▶ What you should do
Write out, word for word, only the data from its first line to the line containing "names the study. */".

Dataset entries
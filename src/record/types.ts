/**
 * The record: the hinge between computing and reading. Everything left of it computes, everything right of it only
 * reads it; a record on disk is enough to redraw every report. Absent is null, never 0; a non-finite number is written
 * as the string "NaN", "Infinity" or "-Infinity" (see json.ts).
 */
import type { Problem, SourceSpec } from "../problem/contract.js";
import type { SourceDescription } from "../sources/contract.js";
import type { ProblemMeasurements } from "./measurements.js";
import type { Sensitivity } from "./sensitivity.js";
import type { Explanation } from "./explanation.js";

export const RECORD_SCHEMA = "tolerand/record/1";

/** What was asked, resolved: the canonical text of this, hashed, names the study. */
export interface StudySpec {
  /** Present for the pilot of a plan, whose points have keys of their own; absent for a study. */
  readonly purpose?: "pilot";
  /** Present where each source stops at the first of its sizes at which it is inside the tolerance. */
  readonly until?: "tolerance";
  readonly problems: readonly Problem[];
  /** For each problem id: the sources, as canonical ids or the user's own descriptions. */
  readonly sources: Readonly<Record<string, readonly SourceSpec[]>>;
  readonly sizes: Readonly<Record<string, readonly number[]>>;
  readonly replicates: Readonly<Record<string, number>>;
  readonly estimators: Readonly<Record<string, readonly string[]>>;
  /** Level of the family of bias tests, e.g. 0.01. */
  readonly falseAlarms: number;
  readonly seed: number;
}

export interface Environment {
  readonly program: string;
  readonly node: string;
  readonly platform: string;
  readonly threads: number;
  readonly started: string;
  readonly finished: string;
  readonly seconds: number;
  /** The command line that repeats the study. */
  readonly command: string;
  /** False after an interruption: cells hold what was done. */
  readonly complete: boolean;
}

/** A source as the record describes it. */
export interface RecordSource extends Omit<SourceDescription, "id" | "period" | "randomisations" | "fixed"> {
  /** Canonical id, randomisations included. */
  readonly id: string;
  /** Decimal digits, or null. */
  readonly period: string | null;
  /** True for an unrandomised quasi-random source: one row, no error bar, no verdict. */
  readonly deterministic: boolean;
  /** Randomisations in force. */
  readonly randomisations: readonly string[];
}

export interface NonFinite {
  /** Points with a non-finite value, over all replicates. */
  readonly count: number;
  /** The first offending point, and what the integrand was given there, in order of coordinates. */
  readonly first: {
    readonly replicate: number;
    readonly index: number;
    readonly inputs: readonly number[];
    readonly value: string;
  };
}

/** What running gives for one problem x source x estimator x output x n. */
export interface RawCell {
  readonly problem: string;
  readonly source: string;
  readonly estimator: string;
  readonly output: string;
  /** Points per replicate really used. */
  readonly n: number;
  readonly dimension: number;
  /** True where f is a condition (0 or 1): the mean is a probability, estimate x n a number of hits. */
  readonly indicator: boolean;
  /** One estimate per replicate, in order of replicates. */
  readonly estimates: readonly number[];
  /** Variance of f within each replicate (divisor n - 1); null for n = 1. */
  readonly withinVariances: readonly (number | null)[];
  /**
   * Range in which the finite-n bias of sound points lies, mean over the replicates (twice the leading term, of order
   * 1/n, and 0); null where it cannot be told; absent for means, which have none.
   */
  readonly finiteBias?: readonly [number, number] | null;
  readonly secondsPerPoint: number | null;
  readonly nonFinite: NonFinite | null;
}

/** A raw cell and its statistics (findings/cells.ts). Standard errors and deviations are in units of the quantity. */
export interface Cell extends RawCell {
  readonly replicates: number;
  readonly reference: number | null;
  readonly mean: number | null;
  /** mean - reference. */
  readonly bias: number | null;
  /** sqrt(s^2 / R + u^2), u the standard uncertainty of the reference; null for a deterministic source. */
  readonly biasStandardError: number | null;
  readonly rmse: number | null;
  /** 95 % interval by jackknife of log RMSE; null where there is no error bar. */
  readonly rmseInterval: readonly [number, number] | null;
  /** Standard deviation s of the estimates over replicates (divisor R - 1). */
  readonly replicateDeviation: number | null;
  /** Standard deviation of f, pooled from the within variances. */
  readonly integrandDeviation: number | null;
  /** s^2 n / sigma^2, 1 for independent points; sigma from a sound source. */
  readonly varianceAgainstCrude: number | null;
  /** 95 % interval of it by bootstrap, at the largest n of a series; null elsewhere. */
  readonly varianceAgainstCrudeInterval: readonly [number, number] | null;
  /** Share of claimed intervals that held the reference; null where not assessed. */
  readonly coverage: number | null;
  /** Sample kurtosis of the errors above 6: the RMSE is a lower bound only. */
  readonly heavyTailed: boolean;
  /** SHA-256 of the cell's estimates and within variances, to the bit. */
  readonly digest: string;
}

/** The consensus that stands in for a missing reference. */
export interface Consensus {
  readonly problem: string;
  readonly value: number | null;
  readonly standardError: number | null;
  readonly members: readonly {
    readonly source: string;
    readonly n: number;
    readonly mean: number;
    readonly standardError: number;
  }[];
  /** Cochran's Q and its p-value for homogeneity. */
  readonly q: number;
  readonly pValue: number;
  readonly agreed: boolean;
}

/** The one bias test of a problem x source x estimator x output, at its largest n. */
export interface BiasTest {
  readonly problem: string;
  readonly source: string;
  readonly estimator: string;
  readonly output: string;
  readonly n: number;
  readonly kind: "student" | "binomial" | "none";
  readonly pValue: number | null;
  readonly pValueAdjusted: number | null;
  /** Smallest bias that the test would have found with 80 % power. */
  readonly detectableBias: number | null;
  readonly candidate: boolean;
  /** Fresh keys, R = 256; null where no confirmation was needed. */
  readonly confirmation: {
    readonly replicates: number;
    readonly estimates: readonly number[];
    readonly bias: number;
    readonly standardError: number;
    readonly pValue: number;
  } | null;
  readonly confirmed: boolean;
  /** Why no test was made, or what is unusual about it, in words; null otherwise. */
  readonly reason: string | null;
}

/** The test of a pseudo-random source's spread at its largest n: do its replicates differ as independent points would? */
export interface SpreadTest {
  readonly problem: string;
  readonly source: string;
  readonly estimator: string;
  readonly output: string;
  readonly n: number;
  /** n s^2 / w, w the mean variance of f within the replicates: 1 for independent points. */
  readonly ratio: number | null;
  readonly pValue: number | null;
  readonly pValueAdjusted: number | null;
  readonly candidate: boolean;
  /** Fresh keys, R = 256; null where no confirmation was needed. */
  readonly confirmation: {
    readonly replicates: number;
    readonly estimates: readonly number[];
    readonly withinVariances: readonly (number | null)[];
    readonly ratio: number;
    /** 95 %, jackknife of the logarithm. */
    readonly interval: readonly [number, number] | null;
    readonly pValue: number;
  } | null;
  readonly confirmed: boolean;
  /** Why no test was made, in words; null otherwise. */
  readonly reason: string | null;
}

/** Convergence of one problem x source x estimator x output over n. */
export interface Convergence {
  readonly problem: string;
  readonly source: string;
  readonly estimator: string;
  readonly output: string;
  /** Slope of log RMSE on log n, negative when the error falls. */
  readonly order: number | null;
  readonly orderInterval: readonly [number, number] | null;
  /** Level below which the error does not fall, and the lower limit of it. */
  readonly floor: number | null;
  readonly floorLower: number | null;
  /** n at which the tolerance is reached, with a 95 % interval; null where never or not known. */
  readonly reach: {
    readonly n: number;
    readonly interval: readonly [number, number] | null;
    readonly extrapolated: boolean;
  } | null;
  readonly never: boolean;
  /** Seconds to reach the tolerance with one replicate. */
  readonly cost: number | null;
}

export type Verdict = "within" | "outside" | "undecided" | "none";

export interface BudgetLine {
  /** Name of a line of findings/budget/registry.ts, or of a contribution that the problem declares. */
  readonly line: string;
  readonly kind: "bias" | "random" | "probability";
  /**
   * Size: a bound for a bias line, one standard deviation for a random line; a probability is not part of the total. null
   * where it could not be assessed.
   */
  readonly value: number | null;
  readonly interval: readonly [number, number] | null;
  /** How it was found. */
  readonly basis: string;
  /** What would reduce it; null where there is nothing to reduce. */
  readonly remedy: string | null;
}

/** What the tolerance is spent on at the stated n. */
export interface Budget {
  readonly problem: string;
  readonly source: string;
  readonly estimator: string;
  readonly output: string;
  readonly n: number;
  readonly tolerance: number | null;
  readonly confidence: number;
  readonly lines: readonly BudgetLine[];
  readonly total: number | null;
  readonly totalInterval: readonly [number, number] | null;
  readonly verdict: Verdict;
  /** tolerance - total. */
  readonly headroom: number | null;
  readonly largestLine: string | null;
  /** Coverage factor of the random lines together, and its effective degrees of freedom (null: known deviations). */
  readonly coverageFactor: number | null;
  readonly degrees: number | null;
  /** Why, in words, when the verdict is `undecided` or `none`. */
  readonly reason: string | null;
  /** True for the budget of what is in use. */
  readonly inUse: boolean;
}

/** The integrand averaged over every valid starting state of a source. */
export interface FullCycleAverage {
  readonly states: number;
  readonly mean: number;
  /** The exact seed-averaged bias: the mean less the reference; null without one. */
  readonly bias: number | null;
  readonly referenceUncertainty: number | null;
  /** Standard deviation of the integrand over the states; null for a single one. */
  readonly deviation: number | null;
  /** States with a non-finite value; the mean then is not finite either. */
  readonly nonFinite: number;
  /** The first of them by its index in the order of states. */
  readonly offending: {
    readonly index: number;
    readonly inputs: readonly number[];
    readonly value: string;
  } | null;
  /** Coordinates that were exactly 0 or 1, of sources where they may be. */
  readonly endpoints: number;
}

/** Where a study that stops at the tolerance left one source. */
export interface Stop {
  readonly problem: string;
  readonly source: string;
  /** The last n looked at. */
  readonly n: number;
  /** Looks made, and sizes declared. */
  readonly look: number;
  readonly looks: number;
  /** False where the limit of points came first. */
  readonly inside: boolean;
}

export interface StudyRecord {
  readonly schema: typeof RECORD_SCHEMA;
  readonly spec: StudySpec;
  /** SHA-256 of the canonical spec. */
  readonly specDigest: string;
  /** SHA-256 over the digests of all cells. */
  readonly digest: string;
  readonly environment: Environment;
  readonly problems: readonly Problem[];
  readonly sources: readonly RecordSource[];
  readonly consensus: readonly Consensus[];
  readonly cells: readonly Cell[];
  readonly tests: readonly BiasTest[];
  readonly spreadTests: readonly SpreadTest[];
  /** Size of the family of all these tests and its level. */
  readonly family: { readonly tests: number; readonly level: number };
  readonly convergence: readonly Convergence[];
  readonly budgets: readonly Budget[];
  /** Pairs whose source has known structure: what it does to the integrand, or could do. */
  readonly explanations: readonly Explanation[];
  /** Only of a study that stops at the tolerance. */
  readonly stops?: readonly Stop[];
  /** What the budgets' lines need beside the cells, per problem. */
  readonly measurements: readonly ProblemMeasurements[];
  /** Which inputs matter, per problem and output. */
  readonly sensitivity: readonly Sensitivity[];
  readonly warnings: readonly string[];
}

▶ Answer box
filename src/record/types.ts
/**
 * The record: the hinge between computing and reading. Everything left of it computes, everything right of it only
 * reads it; a record on disk is enough to redraw every report. Absent is null, never 0; a non-finite number is written
 * as the string "NaN", "Infinity" or "-Infinity" (see json.ts).
 */
import type { Problem, SourceSpec } from "../problem/contract.js";
import type { SourceDescription } from "../sources/contract.js";
import type { ProblemMeasurements } from "./measurements.js";
import type { Sensitivity } from "./sensitivity.js";
import type { Explanation } from "./explanation.js";

export const RECORD_SCHEMA = "tolerand/record/1";

/** What was asked, resolved: the canonical text of this, hashed, names the study. */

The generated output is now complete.